Cuminaldehyde as the Major Component of Cuminum cyminum, a Natural Aldehyde with Inhibitory Effect on Alpha‐Synuclein Fibrillation and Cytotoxicity

Fibrillation of alpha‐synuclein (α‐SN) is a critical process in the pathophysiology of several neurodegenerative diseases, especially Parkinson's disease. Application of bioactive inhibitory compounds from herbal extracts is a potential therapeutic approach for this cytotoxic process. Here, we investigated the inhibitory effects of the Iranian Cuminum cyminum essential oil on the fibrillation of α‐SN. Analysis of different fractions from the total extract identified cuminaldehyde as the active compound involved in the antifibrillation activity. In comparison with baicalein, a well‐known inhibitor of α‐SN fibrillation, cuminaldehyde showed the same activity in some aspects and a different activity on other parameters influencing α‐SN fibrillation. The presence of spermidine, an α‐SN fibrillation inducer, dominantly enforced the inhibitory effects of cuminaldehyde even more intensively than baicalein.
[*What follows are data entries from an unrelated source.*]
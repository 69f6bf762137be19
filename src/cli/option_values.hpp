#pragma once

#include <optional>
#include <span>
#include <string>
#include <string_view>

#include "cli/arguments.hpp"
#include "rainledger/base/quantity.hpp"
#include "rainledger/report/summary.hpp"

// Values of options that more than one command takes. Each function gives what is wrong in one
// line, or nothing.
namespace rainledger {

/// How a command names its one input, and how a quantity that fell apart is put together again.
struct InputWord {
    std::string_view command;    ///< "losses"
    std::string_view noun;       ///< "scenario"
    std::string_view one_word;   ///< "write a duration as one word: --every '15 min'"
    bool takes_quantity = true;  ///< an option with a quantity was given
};

/// Whether the words that are no options are one input.
[[nodiscard]] std::string input_problem(const Arguments& arguments, const InputWord& input);

/// `--units mm` or `in`; the metric ones where it was not given.
[[nodiscard]] std::string read_units(const Arguments& arguments, DisplayUnits& units);

/// Whether a zero is taken.
enum class Zero { refused, allowed };

/// A quantity of an option, if given, in its canonical unit. `noun` is what a value of zero or less
/// is none of: "step".
[[nodiscard]] std::string read_amount(const Arguments& arguments, std::string_view option,
                                      Dimension dimension, std::string_view noun,
                                      std::optional<double>& amount, Zero zero = Zero::refused);

/// What is wrong with a word that is none of `names`.
[[nodiscard]] std::string unknown_word(std::string_view option, const std::string& text,
                                       std::span<const std::string_view> names);

/// Copies the text of an option, if given.
void read_text(const Arguments& arguments, std::string_view option,
               std::optional<std::string>& text);

/// Whether the ending of --chart's file names a format that can be drawn.
[[nodiscard]] std::string chart_problem(const std::optional<std::string>& path);

}  // namespace rainledger
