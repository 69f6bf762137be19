#pragma once

#include <map>
#include <span>
#include <string>
#include <string_view>
#include <vector>

// Words of a command line, sorted into options and the rest.
namespace rainledger {

/// One option of a command; parsing and help both read this table.
struct OptionRow {
    std::string_view name;      ///< "ledger", written --ledger
    std::string_view argument;  ///< "FILE.csv"; empty for a switch
    std::string_view text;      ///< for the help, at most two lines
};

struct Arguments {
    std::map<std::string, std::string, std::less<>> options;  ///< by name; a switch has no text
    std::vector<std::string> words;                           ///< what is no option, in order
    std::string problem;  ///< what is wrong, one line; empty when nothing is

    [[nodiscard]] bool has(std::string_view name) const { return options.contains(name); }
    /// The option's text, or nothing to say that it was not given.
    [[nodiscard]] const std::string* find(std::string_view name) const;
};

/// Sorts the words. An unknown option (with the nearest known one), a repeated one, one without its
/// argument, an empty argument: each is the problem. Nothing is abbreviated.
[[nodiscard]] Arguments sort_arguments(std::span<const std::string> given,
                                       std::span<const OptionRow> known);

/// True if -h or --help stands among the words before a "--".
enum class HelpWanted { none, short_page, long_page };
[[nodiscard]] HelpWanted help_wanted(std::span<const std::string> given);

/// "did you mean '--json'?" for an option that nobody knows.
[[nodiscard]] std::string option_suggestion(std::string_view typed,
                                            std::span<const OptionRow> known);

}  // namespace rainledger
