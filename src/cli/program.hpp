#pragma once

#include <span>
#include <string>

#include "rainledger/cli/exit_status.hpp"

namespace rainledger {

/// Runs the program with the words after its name.
[[nodiscard]] ExitStatus run_program(std::span<const std::string> words);

}  // namespace rainledger
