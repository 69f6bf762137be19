#pragma once

#include "cli/fit_options.hpp"
#include "rainledger/cli/exit_status.hpp"

namespace rainledger {

/// Runs `rainledger fit`: the laws fitted to a field test, the summary and the files.
[[nodiscard]] ExitStatus run_fit(const FitOptions& options);

}  // namespace rainledger
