#include "cli/help.hpp"

#include <algorithm>
#include <span>
#include <string_view>

#include "cli/help_parts.hpp"
#include "cli/losses_options.hpp"

namespace rainledger {
namespace {

constexpr std::size_t kTextColumn = 24;

constexpr std::string_view kProgramShort =
    R"(rainledger: where the rain goes. Rainfall losses, step by step, in a ledger that closes.

Usage:
  rainledger losses SCENARIO [options]   the loss ledger of a site under its storms
  rainledger storm INPUT [options]       a storm from statistics, a gauge record or a scenario
  rainledger fit TEST [options]          infiltration laws fitted to a field test
  rainledger lookup TOPIC [NAME]         published parameters, with their sources
  rainledger schema [field_test]         JSON Schema of the YAML files, for editors

  -h, --help            help on the program; after a command, help on the command
  --version             the version
)";

constexpr std::string_view kProgramMore = R"(
A scenario is a YAML file: a storm (its hyetograph) and the surfaces of a site, each with
its area and the way it loses rain. The program follows every millimetre: intercepted,
infiltrated, ponded, run onto another surface, or left over as excess.

Examples:
  rainledger losses tannery_lane.yaml
  rainledger losses tannery_lane.yaml --ledger ledger.csv --json results.json
  rainledger losses tannery_lane.yaml --units in
  rainledger storm county.csv --return-period '10 yr' --duration '2 h' --every '5 min'
  rainledger fit pit3.yaml --yaml pit3_losses.yaml

Every quantity in a scenario carries its unit ('12.5 mm', '1.2 in/hr', '0.42 ha').
)";

constexpr std::string_view kCautionText = R"(
Results are estimates from assumed rain and losses; local codes and a licensed engineer decide.
)";

constexpr std::string_view kLossesTop =
    R"(rainledger losses: the loss ledger of a site under its storms; a summary on standard output.

Usage: rainledger losses SCENARIO [options]

)";

constexpr std::string_view kLossesMore = R"(
SCENARIO is a YAML file with a storm and surfaces; file names in it are relative to its own
folder. A short one:

  title: Quarry Row yard
  storm:
    steps: {every: 5 min, depths: [0.4, 1.1, 2.6, 0.9], unit: mm}
  surfaces:
    lawn:
      area: 0.28 ha
      depression_storage: 4 mm
      losses:
        horton: {initial_capacity: 50 mm/h, final_capacity: 6 mm/h, decay: 4.14 1/h}
    yard:
      area: 1000 m2
      losses: impervious
      runs_onto: {lawn: 40 %}

Examples:
  rainledger losses quarry_row.yaml
  rainledger losses quarry_row.yaml --ledger ledger.csv --every '15 min'
  rainledger losses quarry_row.yaml --json - > results.json
  rainledger losses quarry_row.yaml --chart lawn.svg --surface lawn

Defaults: the summary in mm, the ledger at the rain's own steps, no files.
A file appears whole or not at all, and none if the chart cannot be drawn; gnuplot draws it.
A chart shows the ledger of one surface under one storm, where --storm and --surface choose them
or there are no others; else it sets surfaces, or storms, side by side.
Ledger and JSON use mm, mm/h, h, m2, m3 and L/s whatever --units says.
The summary goes to standard output; warnings, notes and errors go to standard error.
)";

constexpr std::string_view kSchemaTop =
    R"(rainledger schema: JSON Schema (draft 2020-12) of the YAML files, on standard output.

Usage: rainledger schema [scenario]      of scenarios
       rainledger schema field_test      of field tests, as 'rainledger fit' reads them

)";

constexpr std::string_view kSchemaMore = R"(
An editor that knows the schema completes keys and marks mistakes while you type.

Example:
  rainledger schema > scenario.schema.json
  rainledger schema field_test > field_test.schema.json
)";

std::string lines_of(const OptionRow& row, std::size_t column) {
    std::string head = "  --" + std::string(row.name);
    if (!row.argument.empty()) head += " " + std::string(row.argument);
    head.resize(std::max(head.size() + 2, column), ' ');
    std::string out;
    std::string_view text = row.text;
    while (true) {
        const std::size_t line_end = text.find('\n');
        out += head + std::string(text.substr(0, line_end)) + "\n";
        if (line_end == std::string_view::npos) return out;
        text.remove_prefix(line_end + 1);
        head.assign(head.size(), ' ');
    }
}

std::string page_of(std::string_view top, std::span<const OptionRow> rows, std::string_view more,
                    HelpWanted page) {
    std::string out(top);
    out += option_lines(rows, kTextColumn) + help_line(kTextColumn);
    if (page == HelpWanted::long_page) out.append(more).append(kExitStatuses);
    return out;
}

}  // namespace

std::string option_lines(std::span<const OptionRow> rows, std::size_t column) {
    std::string out;
    for (const OptionRow& row : rows)
        out += lines_of(row, column);
    return out;
}

std::string help_line(std::size_t column) {
    std::string out = "  -h, --help";
    out.resize(column, ' ');
    return out + "-h is one screen, --help the whole page\n";
}

std::string program_help(HelpWanted page) {
    std::string out(kProgramShort);
    if (page == HelpWanted::long_page)
        out.append(kProgramMore).append(kExitStatuses).append(kCautionText);
    return out;
}

std::string losses_help(HelpWanted page) {
    std::string out = page_of(kLossesTop, kLossesOptions, kLossesMore, page);
    if (page == HelpWanted::long_page) out += kCautionText;
    return out;
}

std::string schema_help(HelpWanted page) {
    return page_of(kSchemaTop, {}, kSchemaMore, page);
}

}  // namespace rainledger
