#include "cli/option_values.hpp"

#include <algorithm>
#include <array>

#include "rainledger/base/suggest.hpp"
#include "rainledger/chart/chart.hpp"

namespace rainledger {
namespace {

bool is_unit(std::string_view word) {
    constexpr std::array kTaken{Dimension::time, Dimension::depth, Dimension::frequency};
    return std::ranges::any_of(
        kTaken, [&](Dimension dimension) { return find_unit(word, dimension).has_value(); });
}

}  // namespace

std::string input_problem(const Arguments& arguments, const InputWord& input) {
    const auto& words = arguments.words;
    const std::string noun(input.noun);
    if (words.empty()) {
        std::string upper = noun;
        std::ranges::transform(upper, upper.begin(),
                               [](char c) { return static_cast<char>(c - 'a' + 'A'); });
        return "no " + noun + " given; write 'rainledger " + std::string(input.command) + " " +
               upper + "'";
    }
    if (words.front().empty()) return "the name of the " + noun + " is empty";
    if (words.size() == 1) return {};
    std::string out = "one " + noun + " at a time; '" + words[1] + "' is one word too many";
    if (input.takes_quantity && is_unit(words[1])) out += " (" + std::string(input.one_word) + ")";
    return out;
}

std::string read_units(const Arguments& arguments, DisplayUnits& units) {
    const std::string* text = arguments.find("units");
    if (text == nullptr) return {};
    if (*text != "mm" && *text != "in")
        return "--units: '" + *text + "' is not known; write mm or in";
    units = *text == "in" ? DisplayUnits::inches : DisplayUnits::metric;
    return {};
}

std::string read_amount(const Arguments& arguments, std::string_view option, Dimension dimension,
                        std::string_view noun, std::optional<double>& amount, Zero zero) {
    const std::string* text = arguments.find(option);
    if (text == nullptr) return {};
    const std::string lead = "--" + std::string(option) + ": ";
    const ParsedQuantity parsed = parse_quantity(*text, dimension);
    if (!parsed.value) return lead + parsed.problem + "; " + parsed.hint;
    if (!(*parsed.value > 0.0) && !(zero == Zero::allowed && *parsed.value == 0.0))
        return lead + "'" + *text + "' is no " + std::string(noun) + "; it must be " +
               (zero == Zero::allowed ? "zero or more" : "above zero");
    amount = parsed.value;
    return {};
}

std::string unknown_word(std::string_view option, const std::string& text,
                         std::span<const std::string_view> names) {
    return "--" + std::string(option) + ": '" + text + "' is not known; " + suggestion(text, names);
}

void read_text(const Arguments& arguments, std::string_view option,
               std::optional<std::string>& text) {
    if (const std::string* given = arguments.find(option)) text = *given;
}

std::string chart_problem(const std::optional<std::string>& path) {
    if (!path || chart_format(*path)) return {};
    return "--chart: the ending of '" + *path +
           "' is none of .svg, .png, .pdf and .txt; '-' draws text on standard output";
}

}  // namespace rainledger
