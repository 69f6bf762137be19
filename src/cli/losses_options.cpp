#include "cli/losses_options.hpp"

#include "cli/option_values.hpp"

namespace rainledger {
namespace {

std::string file_problem(const LossesOptions& options) {
    if (options.ledger == "-")
        return "--ledger: the ledger goes to a file, not to '-'; "
               "for standard output write --ledger /dev/stdout";
    if (std::string problem = chart_problem(options.chart); !problem.empty()) return problem;
    if (std::string problem = standard_output_problem(options.json, options.chart);
        !problem.empty())
        return problem;
    return outputs_problem(options.outputs(), options.scenario, "scenario");
}

/// Options that say what a chart shows, without a chart.
std::string choice_problem(const LossesOptions& options) {
    if (options.chart) return {};
    if (options.chart_storm) return "--storm says what a chart shows; add --chart FILE";
    if (options.chart_surface) return "--surface says what a chart shows; add --chart FILE";
    return {};
}

std::string read_values(const Arguments& arguments, LossesOptions& options) {
    if (std::string problem = read_units(arguments, options.units); !problem.empty())
        return problem;
    return read_amount(arguments, "every", Dimension::time, "step", options.every_h);
}

}  // namespace

std::vector<Output> LossesOptions::outputs() const {
    std::vector<Output> outputs;
    add_output(outputs, "ledger", ledger);
    add_output(outputs, "json", json);
    add_output(outputs, "chart", chart);
    return outputs;
}

std::optional<LossesOptions> read_losses_options(std::span<const std::string> given,
                                                 std::string& problem) {
    const Arguments arguments = sort_arguments(given, kLossesOptions);
    problem = arguments.problem;
    if (problem.empty())
        problem = input_problem(
            arguments, {"losses", "scenario", "write a duration as one word: --every '15 min'",
                        arguments.has("every")});
    if (!problem.empty()) return std::nullopt;

    LossesOptions options;
    options.scenario = arguments.words.front();
    options.quiet = arguments.has("quiet");
    read_text(arguments, "ledger", options.ledger);
    read_text(arguments, "json", options.json);
    read_text(arguments, "chart", options.chart);
    read_text(arguments, "storm", options.chart_storm);
    read_text(arguments, "surface", options.chart_surface);
    problem = read_values(arguments, options);
    if (problem.empty()) problem = file_problem(options);
    if (problem.empty()) problem = choice_problem(options);
    if (!problem.empty()) return std::nullopt;
    return options;
}

}  // namespace rainledger
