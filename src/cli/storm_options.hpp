#pragma once

#include <array>
#include <cstddef>
#include <optional>
#include <span>
#include <string>
#include <vector>

#include "cli/arguments.hpp"
#include "cli/run_files.hpp"
#include "rainledger/rain/design_storm.hpp"
#include "rainledger/report/storm_summary.hpp"

namespace rainledger {

/// Options that every input takes.
inline constexpr std::array kStormOutputs{
    OptionRow{"csv", "FILE.csv", "the steps of one storm, as a rain file for scenarios (mm)"},
    OptionRow{"json", "FILE",
              "everything, for programs (mm, h, mm/h, yr); '-' writes it to standard\n"
              "output in place of the summary"},
    OptionRow{"chart", "FILE",
              "a picture of the rain, as its ending says: .svg, .png, .pdf or .txt;\n"
              "'-' draws it as text on standard output, after the summary"},
    OptionRow{"units", "mm|in",
              "units of summary and chart: mm and mm/h (the default), or in and in/h"},
    OptionRow{"every", "DURATION",
              "steps of this length ('5 min'): of a design, of tips (5 min if not\n"
              "given), or in place of the steps that the rain has"},
    OptionRow{"quiet", "", "no warnings and notes on standard error"},
};
inline constexpr std::array kStormScenario{
    OptionRow{"storm", "NAME", "the one storm of the scenario to show and write"},
};
inline constexpr std::array kStormDesign{
    OptionRow{"duration", "DURATION", "how long the design storm lasts ('2 h')"},
    OptionRow{"return-period", "YEARS", "how rare it is ('10 yr'): picks the column of the table"},
    OptionRow{"pattern", "NAME", "its shape: alternating_blocks unless given; see below"},
    OptionRow{"peak-at", "SHARE",
              "where the peak lies, as a share of the duration (0.5 unless given)"},
    OptionRow{"curve", "NAME", "the curve of the pattern mass_curve: nrcs_II, huff_1, ..."},
    OptionRow{"fit-formula", "", "fit i = a / (t^m + b)^n to every column, with all residuals"},
};
inline constexpr std::array kStormRecord{
    OptionRow{"tip", "DEPTH", "the record is a tip log, a row per tip of this depth ('0.2 mm')"},
    OptionRow{"spread-tips", "",
              "spread a tip's depth since the tip before it, instead of putting it\n"
              "in the step in which it came"},
    OptionRow{"zone", "NAME", "the zone of stamps without UTC offset ('Europe/Madrid')"},
    OptionRow{"dry-spell", "DURATION", "what parts two events: at least so long (6 h) ..."},
    OptionRow{"threshold", "DEPTH", "... with less rain than this (0 mm: none at all)"},
    OptionRow{"statistics", "FILE.csv", "a table of statistics that says how rare each event was"},
    OptionRow{"event", "NUMBER", "cut out one event: its number in the list, or 'largest'"},
};

/// These go with a record, and with a scenario's storm out of one.
inline constexpr std::array kStormEvents{
    OptionRow{"events", "", "list the events of the record"},
    OptionRow{"sort", "ORDER",
              "order of the list: time (the default), depth, peak_5, peak_15,\n"
              "peak_30, peak_60 or rarity"},
};

/// All of them, as one table.
inline constexpr auto kStormOptions = [] {
    std::array<OptionRow, kStormOutputs.size() + kStormScenario.size() + kStormDesign.size() +
                              kStormRecord.size() + kStormEvents.size()>
        all{};
    std::size_t at = 0;
    const auto add = [&](std::span<const OptionRow> rows) {
        for (const OptionRow& row : rows)
            all[at++] = row;
    };
    add(kStormOutputs);
    add(kStormScenario);
    add(kStormDesign);
    add(kStormRecord);
    add(kStormEvents);
    return all;
}();

/// What `rainledger storm` was asked to do.
struct StormOptions {
    std::string input;
    std::optional<std::string> csv;
    std::optional<std::string> json;   ///< path; "-" for standard output
    std::optional<std::string> chart;  ///< path; "-" for text on standard output
    DisplayUnits units = DisplayUnits::metric;
    std::optional<double> every_h;
    bool quiet = false;

    std::optional<std::string> storm;

    std::optional<double> duration_h;
    std::optional<double> return_period_yr;
    std::optional<StormPattern> pattern;
    std::optional<double> peak_at;
    std::optional<std::string> curve;
    bool fit_formula = false;

    std::optional<double> tip_mm;
    bool spread_tips = false;
    std::optional<std::string> zone;
    std::optional<double> dry_spell_h;
    std::optional<double> threshold_mm;
    bool events = false;
    std::optional<EventOrder> sort;
    std::optional<std::string> statistics;  ///< path
    std::optional<std::size_t> event;       ///< number from 1; 0 is the largest

    std::vector<std::string> given;  ///< names of the options on the command line, in their order
                                     ///< of the table

    [[nodiscard]] bool has(std::string_view option) const;
    /// The first of the rows' options that was given, or nothing.
    [[nodiscard]] std::optional<std::string> first_of(std::span<const OptionRow> rows) const;
    /// The files to write, in their order.
    [[nodiscard]] std::vector<Output> outputs() const;
};

/// Reads the words after `storm`. Nothing with `problem`, one line, when they are wrong whatever
/// the input is.
[[nodiscard]] std::optional<StormOptions> read_storm_options(std::span<const std::string> given,
                                                             std::string& problem);

}  // namespace rainledger
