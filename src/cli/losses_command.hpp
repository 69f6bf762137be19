#pragma once

#include "cli/losses_options.hpp"
#include "rainledger/cli/exit_status.hpp"

namespace rainledger {

/// Runs `rainledger losses`: reads the scenario, keeps the ledger of every storm, writes the
/// summary and the files.
[[nodiscard]] ExitStatus run_losses(const LossesOptions& options);

}  // namespace rainledger
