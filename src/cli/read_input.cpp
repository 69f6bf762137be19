#include "cli/read_input.hpp"

#include <algorithm>
#include <cstddef>
#include <filesystem>

#include "rainledger/base/whole_file.hpp"

namespace rainledger {

std::optional<std::string> read_file(const std::string& path, Diagnostics& diagnostics) {
    std::string problem;
    auto text = read_whole_file(path, problem);
    if (!text) diagnostics.unreadable({path, 0, 0, {}}, "cannot read the file: " + problem);
    return text;
}

bool has_yaml_ending(const std::string& path) {
    std::string ending = std::filesystem::path(path).extension().string();
    std::ranges::transform(ending, ending.begin(), lower);
    return ending == ".yaml" || ending == ".yml";
}

std::string_view first_line(std::string_view text) {
    constexpr std::string_view kBlanks = " \t\r";
    while (!text.empty()) {
        const std::size_t end = std::min(text.find('\n'), text.size());
        const std::string_view line = text.substr(0, end);
        const std::size_t at = line.find_first_not_of(kBlanks);
        if (at != std::string_view::npos && line[at] != '#') return line.substr(at);
        text.remove_prefix(std::min(end + 1, text.size()));
    }
    return {};
}

bool begins_as_yaml(std::string_view text) {
    const std::string_view line = first_line(text);
    if (line.starts_with("---") || line.starts_with("{") || line.starts_with("%YAML")) return true;
    const std::size_t colon = line.find(':');
    if (colon == std::string_view::npos || colon == 0) return false;
    const bool ends_key = colon + 1 == line.size() || line[colon + 1] == ' ' ||
                          line[colon + 1] == '\r' || line[colon + 1] == '\t';
    return ends_key && line.substr(0, colon).find_first_of(",;\t \"") == std::string_view::npos;
}

}  // namespace rainledger
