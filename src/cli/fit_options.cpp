#include "cli/fit_options.hpp"

#include <algorithm>
#include <utility>

#include "cli/option_values.hpp"
#include "rainledger/base/number.hpp"

namespace rainledger {
namespace {

/// The laws that a scenario takes, the first of all laws.
constexpr std::span kLawsOfScenarios = std::span(kFieldLaws).first(3);

std::string read_law(const Arguments& arguments, FitOptions& options) {
    const std::string* text = arguments.find("law");
    if (text == nullptr) return {};
    if (!options.yaml) return "--law goes with --yaml FILE.yaml, whose law it names";
    std::vector<std::string_view> names;
    for (const FieldLaw law : kFieldLaws) {
        const bool known = std::ranges::find(kLawsOfScenarios, law) != kLawsOfScenarios.end();
        if (known) names.push_back(field_law_key(law));
        if (*text != field_law_key(law)) continue;
        if (!known)
            return "--law: scenarios do not know " + *text +
                   ", which is fitted for comparison; write horton, green_ampt or philip";
        options.law = law;
        return {};
    }
    return unknown_word("law", *text, names);
}

/// One diameter out of --ring.
std::string read_diameter(std::string_view text, double& diameter_mm) {
    constexpr double kSmallest_mm = 1.0;
    constexpr double kLargest_mm = 1.0e5;
    const ParsedQuantity parsed = parse_quantity(text, Dimension::depth);
    if (!parsed.value)
        return "--ring: " + parsed.problem +
               "; write '300 mm', or '300 mm, 600 mm' for an inner and an outer ring";
    if (!(*parsed.value >= kSmallest_mm && *parsed.value <= kLargest_mm))
        return "--ring: '" + std::string(text) + "' is no diameter of a ring; check the unit";
    diameter_mm = *parsed.value;
    return {};
}

std::string read_ring(const Arguments& arguments, FitOptions& options) {
    const std::string* text = arguments.find("ring");
    if (text == nullptr) return {};
    const std::string_view all = *text;
    const std::size_t comma = all.find(',');
    Rings rings;
    std::string problem = read_diameter(all.substr(0, comma), rings.inner_diameter_mm);
    if (problem.empty() && comma != std::string_view::npos)
        problem = read_diameter(all.substr(comma + 1), rings.outer_diameter_mm.emplace());
    if (!problem.empty()) return problem;
    if (std::string unsound = rings_problem(rings); !unsound.empty()) return "--ring: " + unsound;
    options.rings = rings;
    return {};
}

std::string read_design_factor(const Arguments& arguments, FitOptions& options) {
    constexpr double kLargest = 1.0e6;
    const std::string* text = arguments.find("design-factor");
    if (text == nullptr) return {};
    const auto factor = parse_number(*text);
    if (!factor || !(*factor >= 1.0 && *factor <= kLargest))
        return "--design-factor: '" + *text +
               "' is no factor; it divides every rate: write 1 or more, such as 2";
    options.design_factor = factor;
    return {};
}

std::string to_a_file(const std::optional<std::string>& path, const std::string& option,
                      const std::string& what) {
    if (path != "-") return {};
    return "--" + option + ": " + what + " go to a file, not to '-'; for standard output write --" +
           option + " /dev/stdout";
}

std::string read_values(const Arguments& arguments, FitOptions& options) {
    std::string problem = read_units(arguments, options.units);
    const auto then = [&](std::string next) {
        if (problem.empty()) problem = std::move(next);
    };
    then(read_law(arguments, options));
    then(read_ring(arguments, options));
    then(read_design_factor(arguments, options));
    then(to_a_file(options.csv, "csv", "the readings"));
    then(to_a_file(options.yaml, "yaml", "the losses"));
    then(chart_problem(options.chart));
    then(standard_output_problem(options.json, options.chart));
    then(outputs_problem(options.outputs(), options.input, "test"));
    return problem;
}

}  // namespace

std::vector<Output> FitOptions::outputs() const {
    std::vector<Output> outputs;
    add_output(outputs, "csv", csv);
    add_output(outputs, "json", json);
    add_output(outputs, "yaml", yaml);
    add_output(outputs, "chart", chart);
    return outputs;
}

std::optional<FitOptions> read_fit_options(std::span<const std::string> given,
                                           std::string& problem) {
    const Arguments arguments = sort_arguments(given, kFitOptions);
    problem = arguments.problem;
    if (problem.empty())
        problem = input_problem(arguments, {"fit", "test",
                                            "write a diameter as one word: --ring "
                                            "'300 mm'",
                                            arguments.has("ring")});
    if (!problem.empty()) return std::nullopt;

    FitOptions options;
    options.input = arguments.words.front();
    options.quiet = arguments.has("quiet");
    read_text(arguments, "csv", options.csv);
    read_text(arguments, "json", options.json);
    read_text(arguments, "yaml", options.yaml);
    read_text(arguments, "chart", options.chart);
    problem = read_values(arguments, options);
    if (!problem.empty()) return std::nullopt;
    return options;
}

}  // namespace rainledger
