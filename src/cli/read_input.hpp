#pragma once

#include <optional>
#include <string>
#include <string_view>

#include "rainledger/base/diagnostic.hpp"

// An input file of a command, and whether it is YAML or a table.
namespace rainledger {

/// The text of a file; nothing after adding to `diagnostics`.
[[nodiscard]] std::optional<std::string> read_file(const std::string& path,
                                                   Diagnostics& diagnostics);

/// A letter of the alphabet as a small one; other characters as they are.
[[nodiscard]] constexpr char lower(char c) {
    return c >= 'A' && c <= 'Z' ? static_cast<char>(c - 'A' + 'a') : c;
}

/// Whether a file is called .yaml or .yml, whatever the case.
[[nodiscard]] bool has_yaml_ending(const std::string& path);

/// Whether text begins with a key and its colon, or a marker of YAML: no row of a CSV file begins
/// so.
[[nodiscard]] bool begins_as_yaml(std::string_view text);

/// The first line that says something: neither blank nor a comment.
[[nodiscard]] std::string_view first_line(std::string_view text);

}  // namespace rainledger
Furthermore, the results from experiments using preformed fibrils and monobromobimane‐labeled monomeric protein also suggest that cuminaldehyde prevents α‐SN fibrillation even in the presence of seeds, having no disaggregating impact on the preformed fibrils. Structural studies showed that cuminaldehyde stalls protein assembly into β‐structural fibrils, which might be achieved by the interaction with amine groups through its aldehyde group as a Schiff base reaction. This assumption was supported by FITC labeling efficiency assay. In addition, cytotoxicity assays on PC12 cells showed that cuminaldehyde is a nontoxic compound, treatment with cuminaldehyde throughout α‐SN fibrillation showed no toxic effects on the cells. Taken together, these results show for the first time that the small abundant natural compound, cuminaldehyde, can modulate α‐SN fibrillation. Hence, suggesting that such natural active aldehyde could have potential therapeutic applications.